Project Abstract KRAS-driven lung adenocarcinoma (LUAD) represents a major non-small cell lung cancer (NSCLC) genetic subtype for which treatment options remain limited. Mutations in the KEAP1/NRF2 signaling pathway are common events in several solid cancers, including KRAS-driven LUAD, and are associated with poor patient prognosis and outcomes. KEAP1 loss of function (LOF) triggers stabilization of the transcription factor NRF2 which leads to dramatic metabolic and antioxidant reprogramming that confers proliferative and survival advantages to tumor cells. However, these selective advantages also confer targetable metabolic dependencies which arise specifically in the context of KEAP1/NRF2 mutations. The enrichment of these mutations in LUAD carrying undefined or untargetable driver mutations makes unmasking therapeutic vulnerabilities particularly urgent. Identifying metabolic liabilities within KRAS-mutant LUAD would enable the application of precision medicine for the improvement of patient outcomes. In this proposal, I present findings which suggest Keap1-mutant tumors show increased sensitivity to disruption of heme synthesis and that this phenotype is due to Nrf2 activation. I outline my proposed approach to interrogate the metabolic and genetic underpinnings of this apparent vulnerability. I then describe how I will assess if this pathway shows potential for targeted therapy in preclinical models of Kras-driven LUAD including the use of genetically engineered mouse models of LUAD. Hypomorphic mutations in nearly all heme synthesis enzymes have been reported to cause some form hereditary hepatic porphyria. Despite the potential severity of these diseases, their existence among the general population, including healthy adults, provides evidence for the existence of a therapeutic window for heme synthesis inhibition for the treatment of cancer. This fellowship application aims to uncover a novel metabolic target in this genetic subtype of LUAD and will yield a better understanding of a fundamental, yet understudied, metabolic pathway in the development of lung cancer.

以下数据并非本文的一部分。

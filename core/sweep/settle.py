"""Settle every close approach from the states: crossing, anticrossing, or "not settled".

Two-level model (common practice; e.g. C. Zener, Proc. R. Soc. A 137, 696 (1932)): near a close
approach of levels A and B, H = [[eA(x), gap/2], [gap/2, eB(x)]] with eA - eB = s (x - x0).  The
lower state is cos(th) |A> + sin(th) |B> with 2 th = atan2(gap, -s (x - x0)).  Between samples
x1 < x0 < x2 with separations d1, d2 the lower state's overlap with itself is

    R = |<lower(x1)|lower(x2)>|^2 = sin^2((asin(gap/d1) + asin(gap/d2)) / 2),

zero for an exact crossing (the states keep their character and exchange places) and growing with
the gap.  Solved for the gap, R gives it without resolving the minimum.  The states carry errors
of angle at most ||r|| / delta (residual over the distance to the nearest other level; Davis &
Kahan, SIAM J. Numer. Anal. 7, 1 (1970)), so R gives an interval for the gap:

* its lower end above ``resolution``: an **anticrossing**; the minimum is then refined with
  warm-started solves at the fitted centre and half-width, and the gap and centre come from a fit
  of sqrt(s^2 (x - x0)^2 + gap^2), with uncertainties from the fit and its change between rounds;
* its upper end below ``resolution``: a **crossing**, reported with that upper bound;
* otherwise a value is inserted at the interpolated crossing point (bisection) until one of the
  two holds, or the refinement budget runs out ("not settled", with the interval).
"""
from __future__ import annotations

import math
import warnings
from collections.abc import Callable
from dataclasses import dataclass, replace

import numpy as np
from scipy.optimize import brentq, curve_fit
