/// One alarm event.
#[derive(Serialize)]
struct AlarmJson {
    t_s: f64,
    rule: &'static str,
    event: &'static str,
    severity: &'static str,
    /// Second-law and energy-balance raises only.
    #[serde(skip_serializing_if = "Option::is_none")]
    diagnosis: Option<DiagnosisJson>,
}

/// The whole `--json` document (DESIGN.md §5, then the additions).
#[derive(Serialize)]
struct ReportJson {
    samples: u64,
    invalid_samples: u64,
    duration_s: f64,
    totals: TotalsJson,
    window: WindowJson,
    steady_fraction: Option<f64>,
    alarms: Vec<AlarmJson>,
    coverage_factor: f64,
    restarts: u64,
    steady_at_end: bool,
    invalid_lines: Vec<u64>,
    unused_columns: Vec<UnusedColumn>,
    hot2_measured: Option<bool>,
    diagnosis: DiagnosisJson,
    time_to_limit_s: TimeToLimitJson,
}

/// `time_to_limit_s`: seconds until each limit is reached at the trend of
/// the last windows; `null` when no crossing is projected.
#[derive(Serialize)]
struct TimeToLimitJson {
    /// The Carnot margin reaching 0.
    carnot_bound: Option<f64>,
    /// The hot side reaching `alarms.hot_max_k`.
    hot_max: Option<f64>,
}

/// Where the invalid rows are: `; first at lines 7, 9` (with `…` when
/// there are more than the lines kept).
fn invalid_where(lines: &[u64], count: u64) -> String {
    if lines.is_empty() {
        return String::new();
    }
    let list: Vec<String> = lines.iter().map(u64::to_string).collect();
    let more = if count > lines.len() as u64 {
        ", …"
    } else {
        ""
    };
    let word = if lines.len() == 1 && count == 1 {
        "line"
    } else {
        "first at lines"
    };
    format!("; {word} {}{more}", list.join(", "))
}
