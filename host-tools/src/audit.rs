//! The audit engine: re-checks a received frame stream and decides whether
//! the record can be trusted. Pure: frames in, [`Report`] out, no I/O.
//!
//! Data flow (DESIGN.md §2, host side):
//!
//! ```text
//! capture bytes --wire::Decoder--> Received frames + DecoderStats --+
//! log database  --store reader---> Received frames + link errors  --+--> audit() --> Report
//! ```
//!
//! Five checks, each a section of the report:
//!
//! 1. **Integrity.** No frame lost (CRC, overlong, malformed, unknown
//!    version), no summary missing, duplicated or reordered, no restart that
//!    no Hello announced, no link error, and a Hello before the first
//!    summary (without it the settings of the figures are unknown).
//! 2. **Recomputation.** Each summary's figures are recomputed from its raw
//!    integrals with the core's own [`Integrals::metrics`](heatbound::monitor::Integrals::metrics),
//!    in f32 like the controller, with the latest Hello's settings, and
//!    compared with the device's T0 and σ̇ (T_h, η or COP and its bound no
//!    longer travel: they follow from the integrals alone). See
//!    [`REL_TOL`] for the tolerance.
//! 3. **Second law.** A summary *violates* it when σ̇ < −k·u(σ̇) or
//!    η − η_C > k·u(margin) (recomputed figures, the device's
//!    uncertainties, k from the Hello). A violation is *flagged* when the
//!    device had a second-law alarm (`beyond_carnot` or
//!    `negative_entropy_production`) active in that summary, or the
//!    violation began no longer ago than that alarm's on-delay plus one
//!    summary period (the alarm is legitimately still pending). The
//!    section fails on any unflagged violation: a record that claims an
//!    impossible engine without saying so cannot be trusted. Flagged
//!    violations are counted and reported, but the record is honest.
//! 4. **Alarm consistency.** The two second-law rules are replayed at
//!    summary granularity with [`Limits::verdicts`] on the recomputed
//!    figures. An alarm that becomes active (alarm bit or `raised` event)
//!    needs a summary with the rule's condition in the preceding on-delay
//!    plus one summary period; a condition seen in consecutive summaries
//!    for longer than on-delay plus one period needs the alarm active; a
//!    non-latching alarm still active after its condition was clear for
//!    longer than off-delay plus one period is stuck. Events and alarm bits
//!    must agree. The device evaluates every sample and the host sees one
//!    summary per period, so one period of slack is allowed each way.
//!
//! 5. **Diagnosis.** Each summary's verdict (consistent or not, the
//!    suspect and its bias) is recomputed from its raw integrals with the
//!    Hello's uncertainties and UA, in f32 like the controller
//!    ([`crate::verdict_check`]), and compared: an honest controller's
//!    verdict is reproduced exactly.
//!
//! The delays, deadbands and latching come from the audit's configuration
//! (defaults, or `--config`) with every setting the Hello carries taken
//! from the Hello; the Hello's config digest says whether the result is
//! the device's configuration.
use heatbound::alarm::{AlarmInputs, EventKind, Limits, RuleId, Verdict};
use heatbound::config::{RigConfig, Uncertainty};
use heatbound::monitor::{AlarmFigures, Faults, FigureSettings, Metrics};
use heatbound::wire::{DecoderStats, Frame, Hello, Link, LinkTracker, Summary};
use serde::Serialize;
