#[cfg(test)]
mod how_to_run_tests {
    use super::{Invocation, how_to_run_as, shell_word};
    use std::path::PathBuf;

    /// A fake cargo target folder holding `PROFILE/heatbound`.
    fn target_with(profile: &str) -> (tempfile::TempDir, PathBuf) {
        let dir = tempfile::tempdir().unwrap();
        let target = dir.path().join("target");
        std::fs::create_dir_all(target.join(profile)).unwrap();
        std::fs::write(
            target.join("CACHEDIR.TAG"),
            "Signature: 8a477f597d28d172789f06886806bc55",
        )
        .unwrap();
        let exe = target.join(profile).join("heatbound");
        (dir, exe)
    }

    #[test]
    fn on_path_it_is_plain_heatbound() {
        let inv = Invocation {
            on_path: true,
            ..Invocation::default()
        };
        assert_eq!(
            how_to_run_as(&inv, &["audit", "heatbound-demo.sqlite"]),
            "heatbound audit heatbound-demo.sqlite"
        );
    }

    #[test]
    fn under_cargo_run_it_is_the_same_cargo_run() {
        let (dir, exe) = target_with("release");
        let workspace = dir.path().to_path_buf();
        let mut inv = Invocation {
            on_path: false,
            manifest_dir: Some(workspace.join("host-tools")),
            exe: Some(exe),
            cwd: Some(workspace.clone()),
        };
        assert_eq!(
            how_to_run_as(&inv, &["chart", "heatbound-demo.sqlite"]),
            "cargo run --release -p heatbound-host -- chart heatbound-demo.sqlite"
        );
        // From outside the workspace, cargo needs the manifest.
        inv.cwd = Some(PathBuf::from("/"));
        let hint = how_to_run_as(&inv, &["audit", "x.sqlite"]);
        assert!(
            hint.starts_with("cargo run --release -p heatbound-host --manifest-path "),
            "{hint}"
        );
        assert!(
            hint.ends_with("host-tools/Cargo.toml -- audit x.sqlite"),
            "{hint}"
        );

        let (dir, exe) = target_with("debug");
        inv.exe = Some(exe);
        inv.cwd = Some(dir.path().to_path_buf());
        inv.manifest_dir = Some(dir.path().join("host-tools"));
        assert_eq!(
            how_to_run_as(&inv, &["audit", "x.sqlite"]),
            "cargo run -p heatbound-host -- audit x.sqlite"
        );
        let (dir, exe) = target_with("firmware");
        inv.exe = Some(exe);
        inv.cwd = Some(dir.path().to_path_buf());
        inv.manifest_dir = Some(dir.path().join("host-tools"));
        assert_eq!(
            how_to_run_as(&inv, &["audit", "x.sqlite"]),
            "cargo run --profile firmware -p heatbound-host -- audit x.sqlite"
        );
    }

    #[test]
    fn otherwise_it_is_this_executable() {
        let (dir, exe) = target_with("release");
        let inv = Invocation {
            on_path: false,
            manifest_dir: None,
            exe: Some(exe.clone()),
            cwd: Some(dir.path().to_path_buf()),
        };
        assert_eq!(
            how_to_run_as(&inv, &["audit", "a b.sqlite"]),
            "./target/release/heatbound audit 'a b.sqlite'"
        );
        let elsewhere = Invocation {
            cwd: Some(PathBuf::from("/nonexistent-cwd")),
            ..inv
        };
        let hint = how_to_run_as(&elsewhere, &["audit", "x"]);
        assert!(hint.starts_with('/') || hint.starts_with("'/"), "{hint}");
        assert!(
            hint.ends_with("/target/release/heatbound audit x"),
            "{hint}"
        );
    }

    #[test]
    fn words_are_quoted_for_a_shell() {
        assert_eq!(shell_word("run-1.sqlite"), "run-1.sqlite");
        assert_eq!(shell_word(""), "''");
        assert_eq!(shell_word("it's $HOME"), r"'it'\''s $HOME'");
        assert_eq!(shell_word("a*b"), "'a*b'");
    }
}
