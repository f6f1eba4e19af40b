//! `heatbound report`: one run as a self-contained HTML page, from a log or
//! from a CSV file with its configuration.
//!
//! - The run totals of a log (windows that meet end to end) against the
//!   monitor's own f64 totals of the same samples.
//! - The uncertainty budget of a CSV replay against the GUM vectors of
//!   `tests/vectors/gum_cases.json` (PyPI `uncertainties`, JCGM 100:2008),
//!   signed coefficients included.
//! - A CSV file's steady periods (two plateaus joined by a ramp) against
//!   the plateaus' figures worked out by hand, and its chart.
//! - The command line: the page, refusals to overwrite what is not ours,
//!   one-line errors, and `demo` writing its report.
//! - The page in a real browser (headless Chromium): no console message, no
//!   request leaving the file, a screenshot, and a PDF whose pages and text
//!   are checked with poppler. Without Chromium the browser test is
//!   skipped, unless `HEATBOUND_REQUIRE_BROWSER` is set (as `.ci/run` does).
use std::path::{Path, PathBuf};
use std::process::Command as Process;

use assert_cmd::Command;
use heatbound::config::{Mode, RigConfig};
use heatbound::control::{Controller, ControllerSettings};
use heatbound::monitor::{Budget, Metrics, Monitor, Sample};
use heatbound::wire::{Frame, Hello, RigId, Summary};
use heatbound_host::report::{self, BudgetTable};
use heatbound_host::store::Log;
use serde_json::Value;

fn heatbound() -> Command {
    Command::cargo_bin("heatbound").expect("the heatbound binary")
}

/// The workspace's root.
fn root() -> PathBuf {
    Path::new(env!("CARGO_MANIFEST_DIR"))
        .parent()
        .expect("the workspace")
        .to_path_buf()
}

// ---------------------------------------------------------------------------
// A logged run whose totals are known

/// Unix ms of the first frame of the test logs.
const T0_HOST_MS: i64 = 1_700_000_000_000;

/// The test rig: 1 Hz samples, windows of 11 samples (10 s), a summary every
/// 10 s, so that windows meet end to end; heat out measured, T0 the cold
/// side's mean.
fn rig_config() -> RigConfig {
    RigConfig {
        window_samples: 11,
        ..RigConfig::default()
    }
}

/// Sample `i` (1 Hz) of a run with two steady stretches: the hot side
/// climbs from 500 K to 650 K, holds, falls to 600 K and holds again;
/// small ripples keep every channel moving (synthetic: a demo run).
fn sample(i: u32) -> Sample {
    let t = f64::from(i);
    let ripple = |period: f64, a: f64| a * (t / period).sin();
    let hot = if t < 200.0 {
        500.0 + 0.75 * t
    } else if t < 500.0 {
        650.0
    } else if t < 600.0 {
        650.0 - 0.5 * (t - 500.0)
    } else {
        600.0
    } + ripple(7.0, 0.3);
    let heat_in = 1000.0 + (hot - 500.0) * 4.0 / 3.0 + ripple(5.0, 2.0);
    let work = 0.2 * heat_in + ripple(3.0, 0.5);
    let heat_out = 0.72 * heat_in + ripple(11.0, 1.0);
    #[allow(clippy::cast_possible_truncation)]
    Sample {
        t_ms: i * 1000,
        t_hot_k: hot as f32,
        t_cold_k: (300.0 + ripple(13.0, 0.1)) as f32,
        heat_in_w: heat_in as f32,
        work_w: work as f32,
        heat_out_w: Some(heat_out as f32),
        t_hot2_k: None,
    }
}

/// The same sample in f64, as a host monitor takes it.
fn sample64(s: &Sample) -> Sample<f64> {
    Sample {
        t_ms: s.t_ms,
        t_hot_k: f64::from(s.t_hot_k),
        t_cold_k: f64::from(s.t_cold_k),
        heat_in_w: f64::from(s.heat_in_w),
        work_w: f64::from(s.work_w),
        heat_out_w: s.heat_out_w.map(f64::from),
        t_hot2_k: s.t_hot2_k.map(f64::from),
    }
}

/// The run above through the controller (as the firmware runs it) into a
/// log at `path`; returns the monitor's own f64 totals of the same samples
/// and their budget.
fn logged_run(path: &Path, samples: u32) -> (Metrics<f64>, Budget<f64>) {
    let config = rig_config();
    let settings = ControllerSettings {
        rig_id: RigId::new("report-rig").expect("rig id"),
        firmware_version: (1, 2, 3),
        sample_period_ms: 1000,
        summary_period_ms: 10_000,
        hello_period_ms: 0,
    };
    let mut controller = Controller::<64>::new(&settings, &config, None, 7).expect("controller");
    let mut exact: Box<Monitor<4096, f64>> = Box::new(Monitor::new(&config).expect("monitor"));
    let mut frames: Vec<(u32, Frame)> = Vec::new();
    controller.start(0, &mut |f: &Frame| frames.push((0, f.clone())));
    for i in 1..=samples {
        let s = sample(i);
        controller.step(&s, &mut |f: &Frame| frames.push((s.t_ms, f.clone())));
        exact.push(&sample64(&s));
    }
    let mut log = Log::open(path).expect("a new log");
    let run = log.begin_run("file:test", T0_HOST_MS).expect("a run");
    for (t_ms, f) in &frames {
        log.insert_frame(run, T0_HOST_MS + i64::from(*t_ms), f)
            .expect("logged");
    }
    log.end_run(run, T0_HOST_MS + i64::from(samples) * 1000 + 500)
        .expect("closed");
    let budget = exact.totals_integrals().budget(exact.settings());
    (exact.totals_metrics(), budget)
}

fn rel(a: f64, b: f64) -> f64 {
    (a - b).abs() / b.abs().max(1e-300)
}

#[test]
fn log_totals_and_budget_match_the_monitors_own() {
    // Source of every check value: the monitor's own f64 run totals of the
    // same samples (the monitor's figures and partials are checked against
    // PyPI `uncertainties` in tests/tests/monitor_uncertainty.rs). The log
    // holds f32 windows: values agree to f32 rounding, and the
    // uncertainties to the sensitivities taken at each window's mean
    // temperatures (second order in a 10 s window's temperature change).
    let dir = tempfile::tempdir().expect("a temporary directory");
    let path = dir.path().join("run.sqlite");
    let (exact, exact_budget) = logged_run(&path, 900);
    let r = report::from_log(&path, None, &rig_config()).expect("the report");
    let got = &r.totals.figures;
    assert!((got.duration_s - exact.duration_s).abs() < 1e-3, "{got:?}");
    for (what, g, w, tol) in [
        ("Q_in", Some(got.heat_in_j), Some(exact.heat_in_j), 1e-5),
        ("W", Some(got.work_j), Some(exact.work_j), 1e-5),
        ("Q_out", Some(got.heat_out_j), Some(exact.heat_out_j), 1e-5),
        ("η", got.efficiency, exact.efficiency, 1e-5),
        ("η_C", got.carnot_efficiency, exact.carnot_efficiency, 1e-5),
        ("T0", got.ambient_k, exact.ambient_k, 1e-6),
        (
            "S_gen",
            got.entropy_generated_j_per_k,
            exact.entropy_generated_j_per_k,
            1e-4,
        ),
        ("Ex", got.exergy_destroyed_j, exact.exergy_destroyed_j, 1e-4),
        ("u(η)", got.u_efficiency, exact.u_efficiency, 1e-3),
        (
            "u(η_C)",
            got.u_carnot_efficiency,
            exact.u_carnot_efficiency,
            1e-3,
        ),
        (
            "u(margin)",
            got.u_carnot_margin,
            exact.u_carnot_margin,
            1e-3,
        ),
        (
            "u(σ̇)",
            got.u_entropy_rate_w_per_k,
            exact.u_entropy_rate_w_per_k,
            1e-3,
        ),
    ] {
        let (g, w) = (g.expect(what), w.expect(what));
        assert!(rel(g, w) < tol, "{what}: report {g}, monitor {w}");
    }
    // Windows that meet end to end cover the run: nothing uncovered.
    assert!(
        !r.totals
            .notes
            .iter()
            .any(|n| n.contains("lies in no window")),
        "{:?}",
        r.totals.notes
    );
    // The budgets: signed coefficients, the monitor's own to the same
    // tolerance, and shares that sum to 1.
    let exact_c = [
        exact_budget.performance,
        exact_budget.bound,
        exact_budget.margin,
        exact_budget.entropy_rate,
    ];
    assert_eq!(r.budgets.len(), 4);
    for (t, c) in r.budgets.iter().zip(exact_c) {
        let c = c.expect("coefficients");
        assert!(t.signed);
        let u_c = t.u_c.expect("u_c");
        for (row, want) in t.rows.iter().zip(c) {
            let got = row.sensitivity.expect("c_i");
            assert!(
                (got - want).abs() * row.u <= 1e-3 * u_c,
                "{} {}: c = {got}, monitor {want}",
                t.symbol,
                row.quantity
            );
        }
        assert!((t.share_sum().expect("shares") - 1.0).abs() < 1e-12);
    }
    // Two steady stretches, at 650 K and at 600 K.
    assert_eq!(r.steady.periods.len(), 2, "{:?}", r.steady);
    for (p, t_h) in r.steady.periods.iter().zip([650.0, 600.0]) {
        let got: f64 = p.t_h.parse().expect("T_h");
        assert!((got - t_h).abs() < 0.5, "{p:?}");
    }
    let fraction = r.steady.fraction.expect("steady fraction");
    assert!((0.3..0.8).contains(&fraction), "{fraction}");
    // The audit passes: the controller made this log.
    assert_eq!(r.verdict.pass, Some(true), "{:?}", r.verdict);
    assert!(r.facts.iter().any(|f| f.value == "report-rig"));
    assert!(r.facts.iter().any(|f| f.value == "1.2.3"));
}

// ---------------------------------------------------------------------------
// The budget of a CSV replay against the GUM vectors

fn num(v: &Value) -> f64 {
    v.as_f64().unwrap_or_else(|| panic!("not a number: {v}"))
}

/// A vector case as our CSV and rig.toml.
fn case_files(dir: &Path, case: &Value) -> (PathBuf, PathBuf) {
    let name = case["name"].as_str().expect("name");
    let measured = case["measured"].as_bool().expect("measured");
    let mut csv = String::from("time_s,hot_k,cold_k,heat_in_w,work_w");
    if measured {
        csv.push_str(",heat_out_w");
    }
    csv.push('\n');
    for s in case["samples"].as_array().expect("samples") {
        // `{}` writes the shortest decimal that reads back as the same f64.
        csv.push_str(&format!(
            "{},{},{},{},{}",
            num(&s["t_ms"]) / 1000.0,
            num(&s["t_hot_k"]),
            num(&s["t_cold_k"]),
            num(&s["heat_in_w"]),
            num(&s["work_w"])
        ));
        if measured {
            csv.push_str(&format!(",{}", num(&s["heat_out_w"])));
        }
        csv.push('\n');
    }
    let u = &case["uncertainty"];
    let mut toml = format!("mode = \"{}\"\n", case["mode"].as_str().expect("mode"));
    if let Some(t0) = case["ambient_k"].as_f64() {
        toml.push_str(&format!("ambient_k = {t0}\n"));
    }
    toml.push_str(&format!(
        "[uncertainty]\nhot_k = {}\ncold_k = {}\nheat_in_rel = {}\nwork_rel = {}\nheat_out_rel = {}\n",
        num(&u["hot_k"]),
        num(&u["cold_k"]),
        num(&u["heat_in_rel"]),
        num(&u["work_rel"]),
        num(&u["heat_out_rel"])
    ));
    let csv_path = dir.join(format!("{name}.csv"));
    let toml_path = dir.join(format!("{name}.toml"));
    std::fs::write(&csv_path, csv).expect("write CSV");
    std::fs::write(&toml_path, toml).expect("write rig.toml");
    (csv_path, toml_path)
}

#[test]
fn csv_budget_matches_the_gum_vectors() {
    // Source: tests/vectors/gum_cases.json, written by
    // tests/tools/gum_vectors.py with PyPI `uncertainties` 3.2.3 (GUM JCGM
    // 100:2008 §5.1.2, exact derivatives). For each case and each of η (or
    // COP), its bound, the margin and σ̇, the report's coefficient of every
    // input must be the vector's own c_i, with its sign, and its
    // contribution |c_i|·u(x_i); the shares must
    // sum to 1, and the contributions' squares must add up to the vector's
    // u² (first order is exact in both: rounding only).
    let vectors = root().join("tests/vectors/gum_cases.json");
    let doc: Value = serde_json::from_str(&std::fs::read_to_string(vectors).expect("the vectors"))
        .expect("JSON");
    let cases = doc["cases"].as_array().expect("cases");
    assert_eq!(cases.len(), 7, "every generated case is checked");
    let dir = tempfile::tempdir().expect("a temporary directory");
    let inputs = ["hot", "cold", "heat_in", "work", "heat_out"];
    let mut checked = 0;
    for case in cases {
        let name = case["name"].as_str().expect("name");
        let (csv, toml) = case_files(dir.path(), case);
        let rig = heatbound_host::rigfile::load_rig(Some(&toml)).expect("rig.toml");
        let r = report::from_csv(
            &csv,
            &rig.config,
            None,
            Some(&toml),
            report::DEFAULT_SUMMARY_PERIOD_MS,
            None,
        )
        .expect("report");
        let keys = if rig.config.mode == Mode::Engine {
            [
                "efficiency",
                "carnot_efficiency",
                "carnot_margin",
                "entropy_rate_w_per_k",
            ]
        } else {
            ["cop", "carnot_cop", "carnot_margin", "entropy_rate_w_per_k"]
        };
        for (t, key) in r.budgets.iter().zip(keys) {
            let what = format!("{name} {key}");
            let want = &case["expected"][key];
            let (value, u) = (num(&want["value"]), num(&want["u"]));
            assert!(rel(t.estimate.expect("estimate"), value) < 1e-9, "{what}");
            check_shares(&what, t, u);
            for (row, input) in t.rows.iter().zip(inputs) {
                let c = num(&want["sensitivity"][input]);
                let contribution = (c * row.u).abs();
                assert!(
                    (row.contribution - contribution).abs() <= 1e-9 * u,
                    "{what} {input}: report {}, uncertainties {contribution}",
                    row.contribution
                );
                // Signed: the replay's own sensitivity integrals, one pass.
                let ci = row.sensitivity.expect("c_i");
                let scale = if row.u > 0.0 {
                    u / row.u
                } else {
                    c.abs().max(1.0)
                };
                assert!(
                    (ci - c).abs() <= 1e-9 * scale,
                    "{what} {input}: report c = {ci}, uncertainties c = {c}"
                );
            }
            checked += 1;
        }
    }
    assert_eq!(checked, 7 * 4);
}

项目摘要 KRAS驱动的肺腺癌（LUAD）是一种主要的非小细胞肺癌（NSCLC） 治疗选择仍然有限的遗传亚型。KEAP 1/NRF 2信号通路中的突变 是几种实体癌（包括KRAS驱动的LUAD）中的常见事件，与不良患者相关 预后和结果。KEAP 1功能丧失（LOF）触发转录因子NRF 2的稳定 这会导致剧烈的代谢和抗氧化剂重编程， 肿瘤细胞的优势。然而，这些选择性优势也赋予了靶向代谢依赖性 其在KEAP 1/NRF 2突变的情况下特异性地出现。LUAD中这些突变的富集 携带未定义或不可靶向的驱动突变， 紧急确定KRAS突变LUAD内的代谢负债将使精确度的应用成为可能。 改善患者预后的药物。 在这个提议中，我提出的研究结果表明，Keap 1突变型肿瘤对 血红素合成的破坏和这种表型是由于Nrf 2激活。我概述了我提出的方法 来探究这种明显脆弱性的代谢和遗传基础。然后我描述我将如何 评估该途径是否在Kras驱动的LUAD临床前模型中显示出靶向治疗的潜力，包括 使用LUAD的基因工程小鼠模型。 据报道，几乎所有血红素合成酶的亚晶突变都会导致某种形式的 遗传性肝卟啉症尽管这些疾病的潜在严重性，但它们在一般人群中的存在， 人群，包括健康成人，提供了血红素治疗窗口存在的证据 用于治疗癌症的合成抑制。这项奖学金申请旨在揭示一种新的代谢 靶向LUAD的这种遗传亚型，并将更好地理解一个基本的，但研究不足， 代谢途径在肺癌发展中的作用。